Repost: make foreach(i, a; range) "just work"
Jesse Phillips
Jesse.K.Phillips+D at gmail.com
Fri Feb 21 11:42:41 PST 2014
On Friday, 21 February 2014 at 16:41:00 UTC, Regan Heath wrote:
> and make this possible too:
>
> foreach([index, ]value; range) { }
I understand the user interface is simple, but you created 3
statements about how it could be achieved and work/not work with
the existing setup. Each have their positives and negatives, it
would not make sense to "just choose one" and hope it all works
out.
>> if AA is changed to a double[string], then your value loop
>> iterates on keys and your key loop iterates on values.
>
> No, I was actually suggesting a change here, the compiler would
> use type matching not ordering to assign the variables. So
> because 'v' is a string, it is bound to the value not the key.
And string is the key, double[string] is not the same as
string[double].
Also string[string], ambiguous yet common.
There are many things to consider when adding a feature, it is
not good to ignore what can go wrong.
> Thanks! Ok, so how is this working? ahh, ok I think I get it.
> enumerate returns a range, whose values are Tuples of
> index/value where value is also a tuple so is flattened, and
> then the whole lot is flattened into the foreach.
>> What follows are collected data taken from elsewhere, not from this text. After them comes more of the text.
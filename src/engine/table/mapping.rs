//! Map columns to a design's data (one column, paired columns, a value and
//! a group column, a binary outcome) and summarise each group.

use super::charts_data::quantiles;
use super::columns::{Column, MISSING};
use super::notes::{self, Group};
use super::summary::{GroupStats, Moments};
use super::{ColumnKind, Table, MAX_LEVELS};
use crate::engine::decision::Summary;
use serde::{Deserialize, Serialize};

/// Which columns (0-based [`super::ColumnInfo::index`]) play which part.
#[derive(Debug, Clone, PartialEq, Serialize, Deserialize)]
#[serde(tag = "kind", rename_all = "snake_case")]
pub enum Mapping {
    /// One sample: `mean_z`, `mean_t`.
    OneColumn { column: usize },
    /// Paired samples: `paired_t` on first − second, row by row.
    Paired { first: usize, second: usize },
    /// Two groups: `two_means_pooled`, `two_means_welch`; group 1 is
    /// `level1` (differences are group 1 minus group 2).
    TwoGroups { value: usize, group: usize, level1: String, level2: String },
    /// One proportion: `proportion_exact`, `proportion_normal`; cells equal
    /// to `success` are successes, every other non-missing cell a failure.
    Binary { column: usize, success: String },
    /// Two proportions: `two_proportions`.
    TwoGroupsBinary { outcome: usize, success: String, group: usize, level1: String, level2: String },
    /// Two classifiers on the same items (`two_classifiers`), row by row:
    /// each column says right or wrong ([`right_wrong`]), or, with `truth`,
    /// holds a prediction that is right when it equals the truth.
    PairedBinary { first: usize, second: usize, truth: Option<usize> },
}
Sounds like you understand it, seams foreach will flatten all
tuples.
> I don't think this affects what I actually want to change, we
> can have:
>
> foreach(index, value; range) { }
>
> and still flatten tuples into value, you would simply have to
> provide one extra variable to get an index.
>
> Make sense?
Yes, but I'm saying we don't need it because
foreach(index, value; range.enumerate) { }
is good enough. Not perfect, but good enough.